Mgr Pierre d’Ornellas, évêque coadjuteur de Rennes, accompagnait les diacres du diocèse de Paris (alors qu'il était évêque auxiliaire de ce diocèse) et suivait, au nom des évêques d’Ile-de-France, le diaconat pour cette région. Il nous présente ici l’originalité de cette vocation.
Si le diaconat est une des richesses du sacrement de l’Ordre au service du peuple chrétien, que peut-on attendre des diacres permanents pour la vie de l’Église ?
Les diacres ont à dessiner le visage propre du ministère "en vue du service". Ils le feront en "s’efforçant de vivre selon l’Esprit", comme le suggère la liturgie d’ordination. Leur écoute mutuelle
et fraternelle, leur secrète prière et leur méditation de la Parole de Dieu les rendront dociles à l’Esprit pour mettre en œuvre ce beau ministère du service, à la fois ancien et
nouveau.
Chrétiens et prêtres ont acquis depuis longtemps l’habitude de vivre ensemble.
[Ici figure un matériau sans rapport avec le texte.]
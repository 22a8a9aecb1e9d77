/* bench_structure.c - time of a form factor, in units of the exp, sin and cos it cannot do without.
 */
#include <math.h>

#include "beamhours/physics/structure.h"
#include "bench.h"

enum { POINTS = 1000, TURNS = 300 };

/* ns for one bare call of f */
static double bare(double (*f)(double))
{
    volatile double sink = 0.0;
    const double start = bench_now();
    for (int turn = 0; turn < TURNS; turn++)
        for (int i = 0; i < POINTS; i++)
            sink = f(0.013 * i);
    (void)sink;
    return (bench_now() - start) * 1e9 / (TURNS * POINTS);
}

/* ns for one value of ge2 and gm2 */
static double structured(const bh_structure *structure)
{
    static double q2[POINTS], ge2[POINTS], gm2[POINTS];
    for (int i = 0; i < POINTS; i++)
        q2[i] = 40.0 * i;
    const double start = bench_now();
    for (int turn = 0; turn < TURNS; turn++)
        bh_structure_eval(structure, POINTS, q2, ge2, gm2);
    return (bench_now() - start) * 1e9 / (TURNS * POINTS);
}

int main(void)
{
    static const struct {
        const char *name;
        int z, a;
        int exps, sines; /* calls needed: sines counts sin and cos alike */
    } rows[] = {
        {"kelly-2004", 1, 1, 0, 0},
        {"amt-2007-effective", 1, 1, 0, 0},
        {"ye-2018", 1, 1, 0, 0},
        {"a1-2014", 1, 1, 0, 0},
        {"abbott-2000-ii", 1, 2, 0, 0},
        {"amroun-1994", 2, 3, 2, 48},
        {"oscillator", 6, 12, 1, 0},
        {"helm", 82, 208, 1, 2},
        {"fermi-2p", 82, 208, 1, 2},
        {"fermi-3p", 20, 40, 1, 2},
        {"gauss-3p", 40, 90, 0, 1},
        {"fourier-bessel", 82, 208, 0, 1},
        {"sum-of-gaussians", 6, 12, 1, 22},
    };
    const double one_exp = bare(exp), one_sine = bare(sin);
    printf("%-20s %8.1f ns\n%-20s %8.1f ns\n", "exp", one_exp, "sin", one_sine);
    for (size_t i = 0; i < sizeof rows / sizeof rows[0]; i++) {
        bh_structure *structure = bh_structure_new(rows[i].name, rows[i].z, rows[i].a, NULL);
        if (!structure)
            return 1;
        const double took = structured(structure);
        const double needed = rows[i].exps * one_exp + rows[i].sines * one_sine;
        printf("%-20s %8.1f ns", rows[i].name, took);
        if (needed > 0.0)
            printf("  %5.2f of the calls it needs", took / needed);
        printf("\n");
        bh_structure_free(structure);
    }
    return 0;
}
Les communautés chrétiennes et leurs prêtres doivent apprendre à recevoir les diacres, sans attendre d’eux qu’ils agissent comme les prêtres et sans les considérer comme des laïcs qui seraient devenus des chefs ou des hommes corvéables à merci !
Bien sûr, surtout face à la raréfaction des prêtres, il est normal que le diacre prépare et célèbre baptêmes,
mariages, funérailles et accomplisse d’autres tâches de la vie d’une
paroisse. Mais comment les diacres sont-ils aidés à ne pas se considérer seulement comme des nouveaux venus, heureusement arrivés pour boucher les trous quand les prêtres manquent ?
Pour la plupart des
diacres, le métier et la vie de famille donnent une couleur particulière à leur ministère.
Ils sont des hommes ordonnés dans l’état de vie où ils se trouvent.
Quelques-uns sont célibataires et le demeureront après l’ordination.
La plupart sont mariés et pères de famille. Le sacrement de mariage et le devoir paternel restent essentiels.
Ils ont leurs exigences que le ministère diaconal ne peut supprimer.
L’expérience au sein de leur profession et/ou de leur famille donne aux
diacres un regard particulier qui,
souvent, enrichit le regard pastoral
du prêtre. Avec l’arrivée des diacres, les prêtres apprennent peu à peu cet
enrichissement, et les communautés chrétiennes s’en réjouissent.
L’enrichissement sera d’autant plus fécond que les diacres seront
eux-mêmes. C’est-à-dire des serviteurs au nom du Christ. Ils ne sont pas appelés à rendre des services plus que d’autres. L’équilibre entre ministère, famille et profession serait vite rompu !
Le diacre n’est pas appelé à "faire" plus mais à "être" autrement !
"Je suis au milieu de vous comme celui qui sert", dit Jésus. Ordonné, le diacre a la mission d’en être la figure et d’entraîner ainsi les disciples de Jésus dans la belle attitude du service. Diacre en partageant le pain de la Parole, en facilitant l’entrée dans la prière de l’eucharistie, en suscitant la charité pour les plus démunis.
Notons au passage combien l’épouse du diacre est une aide précieuse dans son ministère. À sa place de laïque, son amour évangélique pour autrui tout à la fois s’élargit à l’aune du service accompli par son mari et le soutient dans sa mission diaconale. C’est par l’amour évangélique qui le presse, que le diacre devient de plus en plus serviteur.
L’ordination dispose et convie à agir au nom du Christ pour "ses frères", comme le dit la préface de l’ordination. Le diacre les sert au sein de la communauté chrétienne, dans le quartier ou le village où elle est implantée, dans son travail qui le place au milieu de ses collègues qu’il regarde alors comme frères et sœurs du Christ. C’est bien dans "son amour pour ses frères" que le Christ choisit des hommes qui participent à son ministère. Bénissons-le pour le choix de nos amis diacres.